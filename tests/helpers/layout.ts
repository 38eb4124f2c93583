/**
 * Layout checks for the browser tests, evaluated in the page (as strings: the tests are type-checked
 * without the DOM library).
 */
import type { Page } from 'playwright-core'

/**
 * The elements reaching past the right edge of the window, outermost first (empty: the page does not
 * scroll sideways). Element Plus tables lay themselves out again after a resize, so poll this.
 */
export const overflowing = (page: Page) => page.evaluate(`(() => {
  if (document.documentElement.scrollWidth <= window.innerWidth) return []
  const w = window.innerWidth + 1
  return [...document.querySelectorAll('body *')]
    .filter((el) => el.getBoundingClientRect().right > w && !(el.parentElement && el.parentElement.getBoundingClientRect().right > w))
    .slice(0, 8)
    .map((el) => el.tagName.toLowerCase() + '.' + [...el.classList].join('.') + ' (' + Math.round(el.getBoundingClientRect().right) + ' px)')
})()`) as Promise<string[]>
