/**
 * A stand-in for executeRun used by the job tests: it behaves like a CPU-bound fit (each step spins the
 * CPU synchronously for `stepMs`, so it would freeze an event loop it ran on), writes progress to the
 * run row, polls the cancel flag and the abort signal, records every execution in `test_executions`
 * (so a test can prove a run was executed once), and stores a result whose value is computed from the
 * run's settings: sum of squares 1..steps (n(n+1)(2n+1)/6, checked by the tests).
 */
import { eq, sql } from 'drizzle-orm'
import type { Db } from '../../server/db/client'
import { runs } from '../../server/db/schema'
import type { ExecuteOptions } from '../../server/jobs/executor'

export interface TestSettings {
  steps: number
  stepMs: number
  failAt?: number
  ignoreCancel?: boolean
  /** the spin reads the abort signal synchronously, as the engine's solvers do at every step */
  checkSignalInStep?: boolean
}

function spin(ms: number, signal?: AbortSignal) {
  const end = performance.now() + ms
  let x = 0
  while (performance.now() < end && !signal?.aborted) x += Math.sqrt(x + 1)
  return x
}

export async function executeRun(db: Db, runId: number, opts: ExecuteOptions = {}) {
  const [run] = await db.select().from(runs).where(eq(runs.id, runId))
  if (!run) throw new Error(`run ${runId} not found`)
  const s = run.settings as TestSettings
  await db.execute(sql`create table if not exists test_executions (run_id int not null, worker_id text, started_at timestamptz default now())`)
  await db.execute(sql`insert into test_executions (run_id, worker_id) values (${runId}, ${opts.workerId ?? null})`)
  await db.update(runs).set({ status: 'running', startedAt: sql`coalesce(${runs.startedAt}, now())` }).where(eq(runs.id, runId))
  let sum = 0
  for (let i = 1; i <= s.steps; i++) {
    spin(s.stepMs, s.checkSignalInStep ? opts.signal : undefined)
    sum += i * i
    if (s.failAt === i) throw new Error(`synthetic failure at step ${i}`)
    const [row] = await db.update(runs).set({ progress: { iteration: i, of: s.steps } }).where(eq(runs.id, runId)).returning({ cancel: runs.cancelRequested })
    if (!s.ignoreCancel && (row?.cancel || opts.signal?.aborted)) {
      await db.update(runs).set({ status: 'cancelled', finishedAt: sql`now()`, error: 'Cancelled.' }).where(eq(runs.id, runId))
      return
    }
  }
  await db.update(runs).set({ status: 'succeeded', outcome: 'converged', convergedBy: 'cost-change', finishedAt: sql`now()`, result: { sumOfSquares: sum, workerId: opts.workerId ?? null } }).where(eq(runs.id, runId))
}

□ □ □ □ □

• [WHAT NEEDS TO BE DONE] Across the data, find each line that has "status" in it and copy that line.

• [ANSWER BELOW]
  await db.update(runs).set({ status: 'running', startedAt: sql`coalesce(${runs.startedAt}, now())` }).where(eq(runs.id, runId))
      await db.update(runs).set({ status: 'cancelled', finishedAt: sql`now()`, error: 'Cancelled.' }).where(eq(runs.id, runId))
  await db.update(runs).set({ status: 'succeeded', outcome: 'converged', convergedBy: 'cost-change', finishedAt: sql`now()`, result: { sumOfSquares: sum, workerId: opts.workerId ?? null } }).where(eq(runs.id, runId))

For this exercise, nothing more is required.